The Department issued supplemental questionnaires to Marsan between January 13, 2012, and May 3, 2012. Responses to the Department's supplemental questionnaires were received from Marsan between January 23, 2012, and July 2, 2012.
After granting extensions to TAT, TAT's sections A, B, and C questionnaire responses were submitted on November 9, 2011. On Novmeber 28, 2011, February 27, 2012, and May 1, 2012, petitioners submitted deficiency comments for TAT. On February 23, 2012, petitioners submitted its comments requesting that the Department rescind this administrative review for TAT because TAT lacked a reviewable entry. Petitioners urged that the Department request CBP to investigate any entries of subject merchandise, negligence in importations, and/or customs fraud made by TAT. The Department issued several supplemental questionnaires to TAT and we received responses to the Department's supplemental questionnaires on December 15, 2011, January 10, 2012, March 29, 2012, and June 15, 2012.
On February 24, 2012, the Department published a notice extending the time period for issuing the preliminary results of the administrative review from April 1, 2012, to July 30, 2012.
Period of Review
The POR covered by this review is July 1, 2010, through June 30, 2011.
Targeted Dumping Allegations
Petitioners contend that it conducted its own targeted dumping analysis of Marsan's U.S. sales using the Department's targeted dumping methodology as applied in Steel Nails and modified in Wood Flooring.
Based on their analysis, petitioners argue the Department should conduct a targeted dumping analysis and employ average-to-transaction comparisons without offsets should the Department find that the record supports its allegation of targeted dumping.
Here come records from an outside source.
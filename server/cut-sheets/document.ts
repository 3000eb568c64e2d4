import { type Plan } from '#geometry/cutting/plan.ts';
import { shortCodeOf } from '#server/contracts/sheet-plan.ts';
import { type SheetPlan } from '#server/contracts/cut-sheets.ts';
import { sha256 } from '#server/sections/described.ts';

/** What a version keeps: the plan as people made it, and the same with shapes, machine and material in place of their ids. */
export interface SheetDocument {
  readonly plan: SheetPlan;
  readonly pinned: Plan;
}

/** A document as the database keeps it. */
interface DescribedDocument {
  /** Canonical JSON, and the SHA-256 of it. */
  readonly text: string;
  readonly checksum: string;
  readonly shortCode: string;
}

/** JSON with the keys of every object in order: equal values give equal text. */
export function canonicalText(value: unknown): string {
  return JSON.stringify(value, (_, inner: unknown) =>
    typeof inner === 'object' && inner !== null && !Array.isArray(inner)
      ? Object.fromEntries(Object.entries(inner).sort(([a], [b]) => (a < b ? -1 : 1)))
      : inner,
  );
}

/** The text names its sheet and number, so that checksum and short code belong to one version and no other. */
export function describeDocument(
  { plan, pinned }: SheetDocument,
  version: { readonly sheetId: string; readonly number: number },
): DescribedDocument {
  const { sheetId, number } = version;
  const text = canonicalText({ number, pinned, plan, sheetId });
  const checksum = sha256(text);
  return { text, checksum, shortCode: shortCodeOf(checksum) };
}

export function isSameDocument(a: SheetDocument, b: SheetDocument): boolean {
  const textOf = ({ plan, pinned }: SheetDocument) => canonicalText({ pinned, plan });
  return textOf(a) === textOf(b);
}

/** A plan with its ids in the one way in which they are stored: in small letters. */
export function withPlainIds(plan: SheetPlan): SheetPlan {
  const plain = (id: string | null) => id?.toLowerCase() ?? null;
  const { panel } = plan;
  return {
    ...plan,
    panel: {
      ...panel,
      root: { ...panel.root, sectionId: panel.root.sectionId.toLowerCase() },
      tip: { ...panel.tip, sectionId: panel.tip.sectionId.toLowerCase() },
    },
    machineId: plain(plan.machineId),
    materialId: plain(plan.materialId),
    ribMachineId: plain(plan.ribMachineId),
    ribMaterialId: plain(plan.ribMaterialId),
  };
}
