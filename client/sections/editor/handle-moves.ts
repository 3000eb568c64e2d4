import { type Point } from '#geometry/point.ts';
import {
  CST_LIMITS,
  type CstShape,
  type Surface,
  weightStation,
  weightThrough,
  withEqualNoseRadius,
  withNoseRadius,
  withWeight,
} from '#geometry/shapes/cst.ts';
import {
  NACA4_LIMITS,
  type Naca4Shape,
  naca4ThicknessOfNose,
  snapToDigits,
  thickestStation,
} from '#geometry/shapes/naca4.ts';
import { type Shape } from '#geometry/shapes/shape.ts';
import { similarityOf, toChord, toSheet } from '#geometry/shapes/placement.ts';
import { type Edit, type Present } from './present.ts';
import { meanNoseRadius, noseCircle, scaleOf, surfacePoint } from '#client/drawing/section-points.ts';
import { handlePoint } from './handle-points.ts';
import { type HandleId, weightOf } from './handle-ids.ts';
import { type Notice } from './notices.ts';
import { checked } from './validity.ts';

/** A move of a handle: what it makes of the section and where the handle then stands. */
interface Move extends Edit {
  readonly at: Point | null;
}

/** Steps of the arrow keys, in units of `NUDGE`. */
export interface NudgeSteps {
  readonly x: number;
  readonly y: number;
}

/** One arrow key step in fractions of chord; with Shift ten of them. */
const NUDGE = 0.0005;
export const COARSE = 10;

/**
 * Moves a handle of `start` to a point, in fractions of chord. Values stop at their limits and say so; a shape whose
 * surfaces would cross is not made, and the notice says why.
 * @param options.snap Hold the moved values of a 4-digit section to whole digits.
 */
export function moveHandle(start: Present, handle: HandleId, to: Point, options: { snap: boolean }): Move {
  const proposal = propose(start, handle, to, options.snap);
  if (!proposal) return { present: null, notice: null, at: null };
  const result = checked(() => proposal.shape);
  if (result.reason !== undefined)
    return { present: null, notice: { code: 'refused', reason: result.reason }, at: null };
  return {
    present: { ...start, shape: result.shape },
    notice: proposal.notice,
    at: proposal.at ?? handlePoint(result.shape, handle),
  };
}

/** Moves a handle by arrow key steps. */
export function nudgeHandle(present: Present, handle: HandleId, steps: NudgeSteps): Edit {
  const { shape } = present;
  const from = handlePoint(shape, handle);
  if (!from) return { present: null, notice: null };
  if (handle === 'nose') {
    // The handle stands two radii from the nose; a step is one of the radius.
    const { axis } = noseCircle(shape);
    const by = 2 * (steps.x + steps.y) * NUDGE;
    return moveHandle(present, handle, { x: from.x + by * axis.x, y: from.y + by * axis.y }, { snap: false });
  }
  if (handle === 'edge' && shape.kind === 'naca4') return turnEdge(present, shape, steps.x + steps.y);
  if (handle === 'thickness-upper' || handle === 'thickness-lower')
    return nudgeThickness(present, handle, steps);
  const sideways = handle === 'camber' ? steps.x : 0;
  const up = handle === 'camber' ? steps.y : steps.y + steps.x;
  // The gap opens on both sides of the chord line: a step is one of the gap.
  const factor = handle === 'edge' ? 0.5 : 1;
  const to = { x: from.x + sideways * NUDGE, y: from.y + up * NUDGE * factor };
  return moveHandle(present, handle, to, { snap: false });
}

/** Takes the main value of a handle to the end of its range, or as far as the surfaces do not cross. */
export function toLimit(present: Present, handle: HandleId, end: 'smallest' | 'largest'): Edit {
  const { shape } = present;
  const target = limitShape(shape, handle, end);
  if (!target) return { present: null, notice: null };
  const result = checked(() => target);
  if (result.shape) return { present: mirrored({ ...present, shape: result.shape }, handle), notice: null };
  return { present: null, notice: { code: 'refused', reason: result.reason } };
}

interface Proposal {
  readonly shape: Shape;
  readonly notice: Notice | null;
  readonly at?: Point;
}

function propose(start: Present, handle: HandleId, to: Point, snap: boolean): Proposal | null {
  const { shape } = start;
  if (shape.kind === 'naca4') return proposeDigits(shape, handle, to, snap);
  const weight = weightOf(handle);
  if (weight && weight.index < shape[weight.surface].length) return proposeWeight(start, shape, weight, to);
  if (handle === 'nose') return proposeNose(shape, to);
  if (handle === 'edge') return proposeGap(shape, to);
  return null;
}

function proposeDigits(shape: Naca4Shape, handle: HandleId, to: Point, snap: boolean): Proposal | null {
  if (handle === 'camber') {
    const camber = held(to.y, NACA4_LIMITS.maxCamber, 'Camber');
    const position = held(to.x, NACA4_LIMITS.maxCamberPosition, 'Camber position');
    const free = { ...shape, maxCamber: camber.value, maxCamberPosition: position.value };
    const { maxCamber, maxCamberPosition } = snap ? snapToDigits(free) : free;
    return { shape: { ...shape, maxCamber, maxCamberPosition }, notice: camber.notice ?? position.notice };
  }
  if (handle === 'edge') return null;
  const wanted = handle === 'nose' ? thicknessByNose(shape, to) : thicknessBySurface(shape, handle, to);
  const thickness = held(wanted, NACA4_LIMITS.maxThickness, 'Thickness');
  const free = { ...shape, maxThickness: thickness.value };
  const { maxThickness } = snap ? snapToDigits(free) : free;
  const follows: Notice | null = handle === 'nose' ? { code: 'nose-follows-thickness', maxThickness } : null;
  return { shape: { ...shape, maxThickness }, notice: thickness.notice ?? follows };
}

/** The nose circle reaches to the point along its axis. */
function thicknessByNose(shape: Naca4Shape, to: Point): number {
  const { nose, axis } = noseCircle(shape);
  const radius = ((to.x - nose.x) * axis.x + (to.y - nose.y) * axis.y) / 2;
  return naca4ThicknessOfNose(radius);
}

/** Ordinates laid off the mean line grow in proportion to the thickness: the point is taken square to the mean line. */
function thicknessBySurface(shape: Naca4Shape, handle: HandleId, to: Point): number {
  const upper = surfacePoint(shape, 'upper', thickestStation(shape));
  const lower = surfacePoint(shape, 'lower', thickestStation(shape));
  const on = handle === 'thickness-lower' ? lower : upper;
  const middle = { x: (upper.x + lower.x) / 2, y: (upper.y + lower.y) / 2 };
  const unit = { x: (on.x - middle.x) / shape.maxThickness, y: (on.y - middle.y) / shape.maxThickness };
  return ((to.x - middle.x) * unit.x + (to.y - middle.y) * unit.y) / (unit.x ** 2 + unit.y ** 2);
}

/**
 * The surface goes exactly through the point. Along the chord the point is held to the reach of the weight, half way to
 * the handles beside it, where its influence is large enough to be steered by hand.
 */
function proposeWeight(
  start: Present,
  shape: CstShape,
  weight: { surface: Surface; index: number },
  to: Point,
): Proposal {
  const { surface, index } = weight;
  const frame = similarityOf(shape.placement);
  const local = toChord(frame, to);
  const reach = weightReach(shape, surface, index);
  const station = Math.min(reach.to, Math.max(reach.from, local.x));
  const moved = weightThrough(shape, surface, index, toSheet(frame, station, local.y));
  const name = `Weight ${index} of the ${surface} surface`;
  const held0 = held(moved[surface][index] ?? 0, CST_LIMITS[surface], name, plainNumber);
  const single = withWeight(shape, surface, index, held0.value);
  const next = mirrored({ ...start, shape: single }, `${surface}-${index}`);
  return { shape: next.shape, notice: held0.notice, at: surfacePoint(next.shape, surface, station) };
}

/** The stations between which a weight is steered: half way to the handles on either side. */
export function weightReach(shape: CstShape, surface: Surface, index: number): { from: number; to: number } {
  const last = shape[surface].length - 1;
  const own = weightStation(shape, surface, index);
  const before = index > 0 ? weightStation(shape, surface, index - 1) : 0;
  const after = index < last ? weightStation(shape, surface, index + 1) : 1;
  return { from: (own + before) / 2, to: (own + after) / 2 };
}

function proposeNose(shape: CstShape, to: Point): Proposal | null {
  const { nose, axis } = noseCircle(shape);
  const wanted = ((to.x - nose.x) * axis.x + (to.y - nose.y) * axis.y) / 2 / scaleOf(shape);
  const largest = Math.min(CST_LIMITS.upper.max, -CST_LIMITS.lower.min) ** 2 / 2;
  const radius = held(wanted, { min: SMALLEST_NOSE_RADIUS, max: largest }, 'Nose radius');
  if (shape.n1 !== 0.5)
    return {
      shape,
      notice: { code: 'refused', reason: 'The nose is round only with a nose exponent of 0.5.' },
    };
  return { shape: withNoseRadiusInProportion(shape, radius.value), notice: radius.notice };
}

/** A hundredth of a per cent of chord: below, the handle could not be found again. */
export const SMALLEST_NOSE_RADIUS = 0.0001;

/** Sets the mean nose radius and keeps the ratio of both surfaces' radii. */
export function withNoseRadiusInProportion(shape: CstShape, radius: number): CstShape {
  const now = meanNoseRadius(shape);
  if (now <= 0) return withNoseRadius(shape, 'both', radius);
  const factor = Math.sqrt(radius / now);
  const upper = (shape.upper[0] ?? 0) * factor;
  const lower = (shape.lower[0] ?? 0) * factor;
  return withWeight(withWeight(shape, 'upper', 0, upper), 'lower', 0, lower);
}

function proposeGap(shape: CstShape, to: Point): Proposal {
  const local = toChord(similarityOf(shape.placement), to);
  const gap = held(2 * local.y, CST_LIMITS.trailingEdgeGap, 'Trailing-edge gap');
  return { shape: { ...shape, trailingEdgeGap: gap.value }, notice: gap.notice };
}

function nudgeThickness(
  present: Present,
  handle: 'thickness-upper' | 'thickness-lower',
  steps: NudgeSteps,
): Edit {
  const { shape } = present;
  if (shape.kind !== 'naca4') return { present: null, notice: null };
  const outward = handle === 'thickness-upper' ? steps.y : -steps.y;
  const thickness = held(
    shape.maxThickness + (outward + steps.x) * NUDGE,
    NACA4_LIMITS.maxThickness,
    'Thickness',
  );
  const result = checked(() => ({ ...shape, maxThickness: thickness.value }));
  if (result.shape) return { present: { ...present, shape: result.shape }, notice: thickness.notice };
  return { present: null, notice: { code: 'refused', reason: result.reason } };
}

function turnEdge(present: Present, shape: Naca4Shape, direction: number): Edit {
  const trailingEdge = direction > 0 ? 'open' : 'closed';
  return { present: { ...present, shape: { ...shape, trailingEdge } }, notice: null };
}

function limitShape(shape: Shape, handle: HandleId, end: 'smallest' | 'largest'): Shape | null {
  const of = (range: { min: number; max: number }) => (end === 'smallest' ? range.min : range.max);
  if (shape.kind === 'naca4') {
    if (handle === 'camber') {
      const maxCamberPosition = handlePoint(shape, 'camber')?.x ?? shape.maxCamberPosition;
      return { ...shape, maxCamber: of(NACA4_LIMITS.maxCamber), maxCamberPosition };
    }
    if (handle === 'edge') return { ...shape, trailingEdge: end === 'largest' ? 'open' : 'closed' };
    return { ...shape, maxThickness: of(NACA4_LIMITS.maxThickness) };
  }
  const weight = weightOf(handle);
  if (weight && weight.index < shape[weight.surface].length) {
    return withWeight(shape, weight.surface, weight.index, of(CST_LIMITS[weight.surface]));
  }
  if (handle === 'edge') return { ...shape, trailingEdgeGap: of(CST_LIMITS.trailingEdgeGap) };
  if (handle !== 'nose' || shape.n1 !== 0.5) return null;
  return withNoseRadiusInProportion(
    shape,
    end === 'smallest' ? SMALLEST_NOSE_RADIUS : CST_LIMITS.upper.max ** 2 / 2,
  );
}

/** With equal nose radii, the first weight of the other surface follows the one that moved. */
export function mirrored(present: Present, moved: HandleId): Present {
  const { shape } = present;
  if (!present.equalNose || shape.kind !== 'cst') return present;
  if (moved === 'lower-0')
    return { ...present, shape: withWeight(shape, 'upper', 0, -(shape.lower[0] ?? 0)) };
  return { ...present, shape: withEqualNoseRadius(shape) };
}

function held(
  value: number,
  range: { readonly min: number; readonly max: number },
  quantity: string,
  words: (value: number) => string = percentOfChord,
): { value: number; notice: Notice | null } {
  if (value >= range.min && value <= range.max) return { value, notice: null };
  const limit = value > range.max ? range.max : range.min;
  return { value: limit, notice: { code: 'limit', quantity, limit: words(limit) } };
}

const percentOfChord = (value: number) => `${Number((value * 100).toFixed(4))} % of chord`;
const plainNumber = (value: number) => String(value);

/** The edge of a 4-digit section is a switch; every other handle is a slider. */
export function isSwitch(shape: Shape, handle: HandleId): boolean {
  return shape.kind === 'naca4' && handle === 'edge';
}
Marsan did not comment on the targeted dumping allegations submitted by the petitioners.
For purposes of these preliminary results, the Department did not conduct a targeted dumping analysis. In calculating the preliminary weighted-average dumping margin, the Department applied the calculation methodology adopted in the Final Modification for Reviews.
In particular, the Department compared monthly, weighted-average export prices with monthly, weighted-average normal values, and granted offsets for negative comparison results in the calculation of the weighted-average dumping margins.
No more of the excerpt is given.